Optical absorption of strongly correlated half-filled Mott-Hubbard chains

Abstract

In this last of three articles on the optical absorption of electrons in a half-filled Peierls-distorted chain we address the dimerized extended Hubbard model in the limit of a large on-site interaction $U$. When the Hubbard interaction is large both compared to the band width $W$ and the nearest neighbor interaction $V$ the charge dynamics is properly described by the Harris-Lange model. This model can be exactly mapped onto a model of free spinless Fermions in parallel (Hubbard-)bands of width $W$ which are eventually Peierls-split. To determine the coherent absorption features at low temperatures we design and employ the ``no-recoil approximation'' in which we assume that the momentum transfer to the spin degrees of freedom can only be $\Delta q_S=0$ or $\Delta q_S=\pi/a$ during an optical excitation.

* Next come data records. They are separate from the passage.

"""Which column is what: usage, fuels, accounts, units, temperatures, names the user gives."""

from __future__ import annotations

from pathlib import Path

import pytest

from tests.bills.ugly import GAS, JFM, Ugly, check_words, periods_of, read, written_and_read

CORPUS = [
    Ugly(
        "two fuels on one line",
        "Start,End,kWh,Therms,Gas cost,Electric cost\n2023-01-05,2023-02-06,500,81,90,70\n"
        "2023-02-06,2023-03-07,510,70.5,80,71\n",
        JFM,
        GAS,
        costs=[90.0, 80.0],
    ),
    Ugly(
        "two fuels on lines of their own, and water",
        "Service,Start,End,Usage,Unit\nGas,2023-01-05,2023-02-06,81,therms\n"
        "Electric,2023-01-05,2023-02-06,500,kWh\nWater,2023-01-05,2023-02-06,4,CCF\n"
        "Gas,2023-02-06,2023-03-07,70.5,therms\n",
        JFM,
        GAS,
        reading=("2 lines belong to other accounts, fuels or units",),
    ),
    Ugly(
        "two accounts, told apart by the last digits",
        "Account Number,Start,End,Therms\n0001234567,2023-01-05,2023-02-06,81\n"
        "0009999999,2023-01-05,2023-02-06,3\n0001234567,2023-02-06,2023-03-07,70.5\n",
        JFM,
        {"rows": "4567"},
    ),
    Ugly(
        "volume and therms beside each other: therms, and it is said",
        "Start,End,CCF,Therms\n2023-01-05,2023-02-06,78,81\n2023-02-06,2023-03-07,68,70.5\n",
        JFM,
        GAS,
        unit="therm",
        reading=("therms were taken rather than volume", "not used: 'CCF'"),
    ),
    Ugly(
        "volume and therms, volume asked for",
        "Start,End,CCF,Therms\n2023-01-05,2023-02-06,81,83\n2023-02-06,2023-03-07,70.5,72\n",
        JFM,
        {"fuel": "gas", "unit": "CCF"},
        unit="ccf",
    ),
    Ugly(
        "usage per day only",
        "Read date,Days,Therms per day\n2023-02-06,32,2.5\n2023-03-07,29,2\n",
        [("2023-01-05", "2023-02-06", 80.0), ("2023-02-06", "2023-03-07", 58.0)],
        reading=("per day, times the days",),
    ),
    Ugly(
        "demand, tiers, balances and meter readings beside the usage",
        "Account,Previous Read Date,Current Read Date,Meter Reading,Demand (kW),On-Peak kWh,"
        "Total kWh,Amount Due,Current Charges\n7,2023-01-05,2023-02-06,5123,4.4,30,81,500,95.1\n"
        "7,2023-02-06,2023-03-07,5193,4.1,31,70.5,600,88\n",
        JFM,
        costs=[95.1, 88.0],
    ),
    Ugly(
        "mean temperature in °C",
        "Start,End,Therms,Avg Temp (°C)\n2023-01-05,2023-02-06,81,-5\n"
        "2023-02-06,2023-03-07,70.5,0\n",
        JFM,
        temps=[23.0, 32.0],
    ),
    Ugly(
        "temperature without unit, above anything that °C could be",
        "Start,End,Therms,temp\n2023-01-05,2023-02-06,81,23\n2023-02-06,2023-03-07,70.5,61\n",
        JFM,
        temps=[23.0, 61.0],
    ),
    Ugly(
        "no names to recognise: every column is named by the user",
        "A,B,C\n2023-01-05,2023-02-06,81\n2023-02-06,2023-03-07,70.5\n",
        JFM,
        {"start_column": "A", "end_column": "B", "usage_column": "C", "unit": "therm"},
    ),
    Ugly(
        "fuel named by a service: electric use beside gas",
        "Type,Start,End,Usage,Units\nNatural gas usage,2023-01-05,2023-02-06,81,therms\n"
        "Natural gas usage,2023-02-06,2023-03-07,70.5,therms\n"
        "Electric usage,2023-01-05,2023-02-06,700,kWh\n",
        JFM,
        GAS,
    ),
    Ugly(
        "net metering with generation: gross is net and generation",
        "Start,End,Net usage (kWh),Solar generation (kWh)\n2023-01-05,2023-02-06,-19,100\n"
        "2023-02-06,2023-03-07,20.5,50\n",
        JFM,
        reading=("gross use is net use and column",),
    ),
    Ugly(
        "what came in, what went out and what the panels made",
        "Start,End,Delivered kWh,Exported kWh,Generation kWh\n2023-01-05,2023-02-06,60,79,100\n"
        "2023-02-06,2023-03-07,60,39.5,50\n",
        JFM,
    ),
]


@pytest.mark.parametrize("case", CORPUS, ids=lambda c: c.wrong)
def test_ugly_file(case: Ugly, tmp_path: Path) -> None:
    bills = read(case, tmp_path)
    assert periods_of(bills) == case.periods
    check_words(case, bills)


@pytest.mark.parametrize("case", CORPUS, ids=lambda c: c.wrong)
def test_round_trip(case: Ugly, tmp_path: Path) -> None:
    bills = read(case, tmp_path)
    assert periods_of(written_and_read(bills, tmp_path)) == periods_of(bills)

We present explicit analytical results for the optical absorption in the presence of a lattice dimerization $\delta$ and a nearest-neighbor interaction $V$ for the N\'{e}el and dimer state. We find that the coherent part of the optical absorption for $V=0$ is given by a single peak at $\omega=U$ and broad but weak absorption bands for $W\delta\leq |\omega-U| \leq W$. The central peak at $\omega=U$ only vanishes for $\delta=0$ in the N\'{e}el state. For an appreciable nearest neighbor interaction $V>W/2$ almost all spectral weight is transferred to the $\Delta q_C=0$-exciton and the $\Delta q_C=\pi/a$-exciton whose relative spectral weights very sensitively depend on both the lattice and the spin dimerization of the ground state.